Pull out each line of the data that includes the word "there".

## Listed entries:
============================================================

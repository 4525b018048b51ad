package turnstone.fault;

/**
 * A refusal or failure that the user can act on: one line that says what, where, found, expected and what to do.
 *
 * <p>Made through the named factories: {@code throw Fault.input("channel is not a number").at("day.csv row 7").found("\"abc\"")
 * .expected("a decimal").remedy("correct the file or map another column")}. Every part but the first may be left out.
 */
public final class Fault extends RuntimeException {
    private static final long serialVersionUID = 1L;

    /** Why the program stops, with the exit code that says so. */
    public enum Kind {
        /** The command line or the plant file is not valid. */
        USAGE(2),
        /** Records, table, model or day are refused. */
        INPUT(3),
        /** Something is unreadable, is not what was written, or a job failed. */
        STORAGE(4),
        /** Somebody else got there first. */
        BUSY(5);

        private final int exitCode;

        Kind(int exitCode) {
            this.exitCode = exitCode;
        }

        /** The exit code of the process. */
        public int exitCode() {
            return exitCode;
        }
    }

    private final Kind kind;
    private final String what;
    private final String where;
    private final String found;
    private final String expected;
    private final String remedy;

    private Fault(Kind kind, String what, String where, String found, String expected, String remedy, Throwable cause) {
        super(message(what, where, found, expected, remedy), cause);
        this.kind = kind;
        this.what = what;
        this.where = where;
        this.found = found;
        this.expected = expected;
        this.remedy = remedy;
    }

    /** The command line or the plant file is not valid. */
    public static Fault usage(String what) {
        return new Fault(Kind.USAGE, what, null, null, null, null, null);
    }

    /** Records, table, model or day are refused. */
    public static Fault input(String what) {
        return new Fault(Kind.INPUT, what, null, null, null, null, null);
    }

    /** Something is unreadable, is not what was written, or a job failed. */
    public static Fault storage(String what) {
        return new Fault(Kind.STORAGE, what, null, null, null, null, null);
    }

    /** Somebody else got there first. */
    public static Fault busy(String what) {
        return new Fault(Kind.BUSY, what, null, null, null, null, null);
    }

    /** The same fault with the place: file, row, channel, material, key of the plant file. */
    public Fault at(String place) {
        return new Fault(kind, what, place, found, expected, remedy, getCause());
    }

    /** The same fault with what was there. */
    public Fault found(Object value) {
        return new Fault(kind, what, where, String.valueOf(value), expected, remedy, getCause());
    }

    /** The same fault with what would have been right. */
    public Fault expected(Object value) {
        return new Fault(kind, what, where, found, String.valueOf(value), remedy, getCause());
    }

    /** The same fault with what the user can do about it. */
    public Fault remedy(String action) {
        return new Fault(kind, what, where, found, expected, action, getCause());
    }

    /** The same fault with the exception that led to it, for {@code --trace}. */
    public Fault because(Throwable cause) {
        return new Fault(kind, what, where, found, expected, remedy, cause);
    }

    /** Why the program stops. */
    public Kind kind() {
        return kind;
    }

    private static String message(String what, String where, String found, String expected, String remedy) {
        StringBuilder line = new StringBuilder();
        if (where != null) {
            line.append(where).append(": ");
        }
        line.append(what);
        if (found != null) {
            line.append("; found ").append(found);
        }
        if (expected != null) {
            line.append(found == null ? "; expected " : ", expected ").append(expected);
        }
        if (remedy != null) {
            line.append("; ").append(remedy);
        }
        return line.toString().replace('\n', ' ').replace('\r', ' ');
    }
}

============================================================

## Completed task:
        /** Somebody else got there first. */
    /** Somebody else got there first. */
    /** The same fault with what was there. */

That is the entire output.